A Web 3.0 Approach to Distributing Signed Software
TL;DR — distributing signed software is hard. Check out our open source system that makes it easy at valist.io and signup for the beta for awesome pre-launch perks!
The Current State
Digitally signed software is a requirement for verifying the integrity of the applications you are running. Whether it’s a web browser, or firmware inside of your pacemaker, installing the correct software (i.e., not malware) is crucial.
It’s just as important to keep your software up-to-date, since 0-days (undiscovered vulnerabilities, often exploited in the wild) are constantly being discovered.
If up-to-date, digitally signed software is so important, why is it so hard to implement correctly?
Even once you sign your software, how do you distribute it securely?
These are things that many developers end up implementing themselves over and over again, in slightly different ways, and yet the process is largely the same regardless of the application.
If you use a Mac, you’ve likely ran into this popup, or something similar:
Despite how annoying this popup is, Apple is great at enforcing these requirements. This has no doubt saved countless victims from installing unofficial software.

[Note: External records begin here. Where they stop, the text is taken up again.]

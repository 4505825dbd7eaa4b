import { cleanup } from '@testing-library/react';
import { afterEach } from 'vitest';
import { installHumanMessages } from '../../shared/schemas/human-messages';

// As in the app: schema checks without their own message speak in words, not the library's wording.
installHumanMessages();

// The component tests run as a user whose browser is set to British English; tests/client/format-time.test.ts tries others.
Object.defineProperty(window.navigator, 'languages', { value: ['en-GB'], configurable: true });

// Testing Library unmounts after each test only when the runner exposes globals; Vitest does not by default.
afterEach(() => cleanup());
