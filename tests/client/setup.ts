import { cleanup } from '@testing-library/react';
import { afterEach } from 'vitest';

// Testing Library unmounts after each test only when the runner exposes globals; Vitest does not by default.
afterEach(() => cleanup());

However, they have a stronghold — in order for a developer to prevent this popup, they need to sign the binary with an Apple Developer account, which costs money. They also limit number of developer certificates that can be generated. Furthermore, with the release of macOS 11 Big Sur, all binaries on the system have to be digitally signed before they can run, so this trend is unlikely to go away.
Desktop software on Macs is one thing, and certainly hits close to home for many, but let’s not forget critical infrastructure like our power grids, industrial control systems, medical devices, routers, vehicles, satellites, and our increasingly smart homes. It is extremely important that these systems are built with integrity and are running the correct, and latest, software.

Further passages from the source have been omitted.